Wir sind nicht alleine: Wir haben beispielsweise eine sehr enge Zusammenarbeit mit den umliegenden Schulen aufgebaut. Wir kennen uns gut und haben uns auf eine gemeinsame Herangehensweise mit den Mattisburg-Kindern verständigt. Für die Kinder soll es ein Neuanfang werden und eine positive Schulerfahrung nach vielen Schwierigkeiten, bis hin zum Urteil: „unbeschulbar!“ Ein Beispiel: Ein Junge ist 16 Monate bei uns und konnte ein Jahr lang nicht in einer Gruppe beschult werden, er hielt zunächst nur eine Stunde täglich aus. Heute geht er täglich in einer kleinen Gruppe zur Schule und ist darüber sehr stolz. Die Normalität, die für die Kinder durch den Schulbesuch entsteht, ist für sie ein wichtiger Faktor für eine positive Zukunftsperspektive.

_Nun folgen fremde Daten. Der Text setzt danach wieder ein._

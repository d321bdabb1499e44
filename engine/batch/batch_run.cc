#include "engine/batch/batch_run.h"

#include <atomic>
#include <cassert>
#include <chrono>
#include <filesystem>
#include <fstream>
#include <optional>
#include <set>
#include <thread>
#include <unordered_map>

#include <fmt/format.h>
#include <spdlog/spdlog.h>

#include "engine/batch/bounded_queue.h"
#include "engine/batch/bridge_job.h"
#include "engine/batch/dependency_index.h"
#include "engine/batch/inputs_hash.h"
#include "engine/batch/policy_cache.h"
#include "engine/batch/result_writer.h"
#include "engine/batch/utc_timestamp.h"
#include "engine/core/version.h"
#include "engine/io/bridge_reader.h"

namespace tenthpoint::batch {
namespace {

// Closes the queue and joins the workers however the writer leaves: a
// writer that throws must not leave workers blocked on a full queue.
class WorkerPool {
 public:
  explicit WorkerPool(BoundedQueue<BridgeOutcome>& queue) : queue_(queue) {}
  WorkerPool(const WorkerPool&) = delete;
  WorkerPool& operator=(const WorkerPool&) = delete;
  ~WorkerPool() { join(); }

  template <class Work>
  void start(int count, Work work) {
    for (int i = 0; i < count; ++i) threads_.emplace_back(work);
  }
  void join() {
    queue_.close();
    for (std::thread& t : threads_)
      if (t.joinable()) t.join();
    threads_.clear();
  }

 private:
  BoundedQueue<BridgeOutcome>& queue_;
  std::vector<std::thread> threads_;
};

// A file's bytes, exactly as io::read_text_file returns them for a good text
// file (so the hash agrees with the worker's), without its validation: a
// file that is not good text was never rated, so its hash cannot match and
// the worker reports it. Reads only the file's size, not the reader's cap.
std::optional<std::string> file_bytes(const std::string& path, std::size_t max_bytes) {
  std::error_code ec;
  const std::uintmax_t size = std::filesystem::file_size(path, ec);
  if (ec || size > max_bytes) return std::nullopt;
  std::ifstream in(path, std::ios::binary);
  if (!in) return std::nullopt;
  std::string bytes(static_cast<std::size_t>(size), '\0');
  in.read(bytes.data(), static_cast<std::streamsize>(bytes.size()));
  if (static_cast<std::size_t>(in.gcount()) != bytes.size() || in.peek() != std::char_traits<char>::eof())
    return std::nullopt;  // changed while read: let the worker read it properly
  return bytes;
}

void count_into(BatchProgress& progress, ledger::BridgeStatus status) {
  switch (status) {
    case ledger::BridgeStatus::rated:
      ++progress.rated;
      break;
    case ledger::BridgeStatus::unchanged:
      ++progress.unchanged;
      break;
    case ledger::BridgeStatus::failed:
      ++progress.failed;
      break;
  }
}

}  // namespace

bool BatchOptions::is_valid(std::string* why) const {
  if (jobs < 1) {
    if (why != nullptr) *why = fmt::format("jobs must be at least 1 (got {})", jobs);
    return false;
  }
  if (out_dir.empty()) {
    if (why != nullptr) *why = "no output directory";
    return false;
  }
  return true;
}

std::string policy_versions(const std::vector<ledger::BridgeRecord>& records) {
  std::set<std::string> distinct;
  for (const ledger::BridgeRecord& r : records)
    if (!r.policy_id.empty()) distinct.insert(r.policy_id + " " + r.policy_version);
  std::string out;
  for (const std::string& p : distinct) out += (out.empty() ? "" : "; ") + p;
  return out;
}

ledger::RunInfo run_batch(ledger::Ledger& ledger, ledger::RunInfo info, const std::vector<std::string>& files,
                          const BatchOptions& options, BatchObserver* observer) {
  [[maybe_unused]] std::string why;
  assert(options.is_valid(&why));
  const auto start = std::chrono::steady_clock::now();
  const auto elapsed = [&] { return std::chrono::duration<double>(std::chrono::steady_clock::now() - start).count(); };

  if (info.started.empty()) info.started = utc_timestamp();
  if (info.engine_version.empty()) info.engine_version = kEngineVersion;
  info.id = ledger.begin_run(info);

  InputsHasher hasher(info.engine_version);
  PolicyCache policies;
  DependencyIndex index =
      options.dependency_index.empty() ? DependencyIndex{} : DependencyIndex::load(options.dependency_index);
  ResultWriter writer(ledger, info.id, options.out_dir, &index);
  BatchProgress progress;
  progress.total = static_cast<int>(files.size());

  // 1. The cheap incremental check: one ledger query, then bytes and hashes.
  std::unordered_map<std::string, ledger::Ledger::LastInputs> last;
  for (auto& [file, inputs] : ledger.all_last_inputs()) last.emplace(std::move(file), std::move(inputs));
  std::vector<BridgeJob> jobs;
  std::vector<std::string> unchanged;
  const io::BridgeReadOptions read_options;
  for (const std::string& file : files) {
    BridgeJob job{file, std::nullopt, options.all};
    const auto it = last.find(file);
    if (it != last.end()) job.last_inputs_hash = it->second.inputs_hash;
    const std::vector<std::string>* dependencies = index.find(file);
    if (!options.all && job.last_inputs_hash && dependencies != nullptr) {
      const std::optional<std::string> bytes = file_bytes(file, read_options.limits.max_file_bytes);
      if (bytes && hasher.inputs_hash(*bytes, *dependencies) == *job.last_inputs_hash &&
          writer.claim(it->second.structure_id, file)) {
        unchanged.push_back(it->second.structure_id);
        continue;
      }
    }
    jobs.push_back(std::move(job));
  }
  if (!unchanged.empty()) ledger.carry_forward(info.id, unchanged);
  progress.unchanged = static_cast<int>(unchanged.size());
  progress.elapsed_seconds = elapsed();
  spdlog::info("run {}: {} bridge files, {} unchanged, {} to rate on {} thread{}", info.id, files.size(),
               unchanged.size(), jobs.size(), options.jobs, options.jobs == 1 ? "" : "s");
  if (observer != nullptr) observer->started(progress);

  // 2 and 3. Workers rate; this thread writes.
  if (!jobs.empty()) {
    const JobContext context{&policies, &hasher, options.rating_date, info.id, info.started, false};
    const std::size_t capacity =
        options.queue_capacity > 0 ? options.queue_capacity : 2 * static_cast<std::size_t>(options.jobs);
    BoundedQueue<BridgeOutcome> queue(capacity);
    std::atomic<std::size_t> next{0};
    WorkerPool pool(queue);
    pool.start(std::min<int>(options.jobs, static_cast<int>(jobs.size())), [&] {
      for (std::size_t i = next++; i < jobs.size(); i = next++)
        if (!queue.push(run_bridge_job(jobs[i], context))) return;
    });
    for (std::size_t received = 0; received < jobs.size(); ++received) {
      std::optional<BridgeOutcome> outcome = queue.pop();
      assert(outcome.has_value());  // the queue closes only here, after the last outcome
      const ledger::BridgeRecord& record = writer.write(*outcome);
      count_into(progress, record.status);
      if (record.status == ledger::BridgeStatus::failed) spdlog::warn("{}: failed: {}", record.file, record.reason);
      progress.elapsed_seconds = elapsed();
      if (observer != nullptr) observer->bridge_done(record, progress);
    }
    pool.join();
  }

  // 4. Finish.
  if (!options.dependency_index.empty()) {
    try {
      index.save(options.dependency_index);
    } catch (const std::exception& e) {
      // A hint only (see dependency_index.h): the next run is slower, not wrong.
      spdlog::warn("{}", e.what());
    }
  }
  info.rated = progress.rated;
  info.unchanged = progress.unchanged;
  info.failed = progress.failed;
  info.policy_versions = policy_versions(ledger.run_results(info.id));
  info.finished = utc_timestamp();
  ledger.finish_run(info.id, info);
  spdlog::info("run {} finished: {} rated, {} unchanged, {} failed in {:.1f} s", info.id, info.rated, info.unchanged,
               info.failed, elapsed());
  return info;
}

}  // namespace tenthpoint::batch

Gut stabilisiert in den nächsten Lebensabsschnitt

Zurück ins Elternhaus gehen die Kids selten. Wenn, dann mit einem Rückführungskonzept und Unterstützung durch ambulante Erziehungshilfen in der Familie, die das Jugendamt zur Verfügung stellt. Es ist schön zu sehen, dass Eltern beginnen, ihre Kinder neu zu sehen. Ob die neue positive Sicht ausreicht für eine nachhaltige Veränderung, in der Beziehung und im Alltag bleibt immer wieder schwer einzuschätzen. Am Ende des Aufenthalts begleiten die Mitarbeiter*innen die Kinder intensiv durch den Abschied. Allermeist gehen die Kinder gut aufgestellt und gut stabilisiert in ihren nächsten Lebensabschnitt. Nach zwei Jahren Traumadiagnostik, in denen ein besseres Verstehen stattgefunden hat, durch die Stabilisierung im Alltag, durch gut ausgebildete Bezugspersonen, Elternarbeit und das langsame Verorten im Hier und Jetzt, brauchen die Kinder Orte in Hamburg, wo sie das Neugelernte festigen und dort groß werden können.